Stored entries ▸
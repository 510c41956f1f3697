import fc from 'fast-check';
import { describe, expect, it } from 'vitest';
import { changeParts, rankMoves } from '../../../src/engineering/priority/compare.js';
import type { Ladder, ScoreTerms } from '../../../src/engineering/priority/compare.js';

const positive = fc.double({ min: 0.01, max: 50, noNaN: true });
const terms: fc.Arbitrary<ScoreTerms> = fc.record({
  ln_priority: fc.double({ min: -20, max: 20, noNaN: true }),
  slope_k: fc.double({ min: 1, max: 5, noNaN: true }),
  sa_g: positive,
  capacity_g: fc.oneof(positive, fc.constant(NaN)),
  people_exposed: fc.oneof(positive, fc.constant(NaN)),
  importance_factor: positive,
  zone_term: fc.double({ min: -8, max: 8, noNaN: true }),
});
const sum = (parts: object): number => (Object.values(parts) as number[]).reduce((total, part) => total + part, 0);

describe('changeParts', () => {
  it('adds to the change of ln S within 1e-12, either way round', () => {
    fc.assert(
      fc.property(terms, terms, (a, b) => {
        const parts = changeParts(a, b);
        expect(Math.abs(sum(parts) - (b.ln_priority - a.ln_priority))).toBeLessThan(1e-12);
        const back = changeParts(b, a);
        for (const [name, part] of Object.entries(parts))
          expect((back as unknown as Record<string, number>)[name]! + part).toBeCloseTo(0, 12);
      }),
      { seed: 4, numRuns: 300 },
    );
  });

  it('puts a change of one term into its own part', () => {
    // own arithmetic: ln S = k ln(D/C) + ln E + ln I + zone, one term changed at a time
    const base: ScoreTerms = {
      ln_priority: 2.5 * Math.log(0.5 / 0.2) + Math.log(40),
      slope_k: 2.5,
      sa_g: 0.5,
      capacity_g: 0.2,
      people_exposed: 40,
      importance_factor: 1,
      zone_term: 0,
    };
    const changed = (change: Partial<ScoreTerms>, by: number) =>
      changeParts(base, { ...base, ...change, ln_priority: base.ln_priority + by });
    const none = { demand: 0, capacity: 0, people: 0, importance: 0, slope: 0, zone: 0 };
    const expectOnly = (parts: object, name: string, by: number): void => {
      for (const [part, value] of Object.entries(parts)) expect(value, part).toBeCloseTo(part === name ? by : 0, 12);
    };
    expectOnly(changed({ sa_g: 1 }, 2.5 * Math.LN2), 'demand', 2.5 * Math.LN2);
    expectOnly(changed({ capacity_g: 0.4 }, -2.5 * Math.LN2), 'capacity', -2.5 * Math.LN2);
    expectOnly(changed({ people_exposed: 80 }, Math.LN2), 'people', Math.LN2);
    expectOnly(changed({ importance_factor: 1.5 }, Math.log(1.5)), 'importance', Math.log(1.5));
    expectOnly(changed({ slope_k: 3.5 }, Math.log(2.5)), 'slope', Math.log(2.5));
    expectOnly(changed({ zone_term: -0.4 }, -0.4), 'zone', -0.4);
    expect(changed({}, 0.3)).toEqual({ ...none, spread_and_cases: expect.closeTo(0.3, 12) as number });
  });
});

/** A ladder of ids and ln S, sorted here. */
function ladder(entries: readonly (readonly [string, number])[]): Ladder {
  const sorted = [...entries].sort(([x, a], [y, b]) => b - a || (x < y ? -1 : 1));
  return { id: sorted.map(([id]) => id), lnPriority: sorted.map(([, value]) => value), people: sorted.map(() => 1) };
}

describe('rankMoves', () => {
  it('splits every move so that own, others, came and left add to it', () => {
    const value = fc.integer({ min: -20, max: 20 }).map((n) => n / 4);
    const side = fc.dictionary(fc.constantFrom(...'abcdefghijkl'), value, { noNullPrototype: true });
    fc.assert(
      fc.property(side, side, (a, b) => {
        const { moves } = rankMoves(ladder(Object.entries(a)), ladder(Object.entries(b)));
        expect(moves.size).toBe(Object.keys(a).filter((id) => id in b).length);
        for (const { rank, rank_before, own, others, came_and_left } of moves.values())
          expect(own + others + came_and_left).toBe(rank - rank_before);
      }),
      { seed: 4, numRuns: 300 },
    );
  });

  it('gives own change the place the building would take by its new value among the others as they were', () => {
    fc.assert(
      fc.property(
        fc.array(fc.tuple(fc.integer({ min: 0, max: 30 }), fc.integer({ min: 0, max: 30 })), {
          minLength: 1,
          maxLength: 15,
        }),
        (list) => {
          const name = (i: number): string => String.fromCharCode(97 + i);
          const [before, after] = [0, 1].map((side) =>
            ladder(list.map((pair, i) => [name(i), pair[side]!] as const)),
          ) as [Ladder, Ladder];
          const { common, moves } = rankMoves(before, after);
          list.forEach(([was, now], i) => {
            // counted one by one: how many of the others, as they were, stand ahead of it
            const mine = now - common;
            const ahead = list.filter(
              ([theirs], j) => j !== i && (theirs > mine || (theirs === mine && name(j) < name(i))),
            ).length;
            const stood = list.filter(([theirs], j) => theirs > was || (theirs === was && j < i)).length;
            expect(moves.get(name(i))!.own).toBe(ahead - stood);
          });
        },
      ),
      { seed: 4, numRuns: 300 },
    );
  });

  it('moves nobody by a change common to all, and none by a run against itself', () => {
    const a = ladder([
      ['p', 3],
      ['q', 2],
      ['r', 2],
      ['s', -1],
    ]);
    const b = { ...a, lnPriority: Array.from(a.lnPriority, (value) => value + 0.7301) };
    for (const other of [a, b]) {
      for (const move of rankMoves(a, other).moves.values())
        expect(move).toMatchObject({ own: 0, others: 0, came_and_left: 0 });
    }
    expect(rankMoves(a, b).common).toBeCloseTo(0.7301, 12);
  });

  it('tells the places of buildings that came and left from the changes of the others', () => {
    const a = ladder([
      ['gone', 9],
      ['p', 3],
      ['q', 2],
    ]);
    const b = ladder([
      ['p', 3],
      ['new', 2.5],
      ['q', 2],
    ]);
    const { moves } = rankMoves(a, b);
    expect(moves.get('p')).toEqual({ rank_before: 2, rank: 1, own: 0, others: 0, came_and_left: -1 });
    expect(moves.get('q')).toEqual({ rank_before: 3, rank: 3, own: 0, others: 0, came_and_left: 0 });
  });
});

PROBLEM DETAILS ▸ Go through the records and report each line that contains "true".

EXERCISE OUTPUT ▸
const positive = fc.double({ min: 0.01, max: 50, noNaN: true });
  ln_priority: fc.double({ min: -20, max: 20, noNaN: true }),
  slope_k: fc.double({ min: 1, max: 5, noNaN: true }),
  zone_term: fc.double({ min: -8, max: 8, noNaN: true }),
    const side = fc.dictionary(fc.constantFrom(...'abcdefghijkl'), value, { noNullPrototype: true });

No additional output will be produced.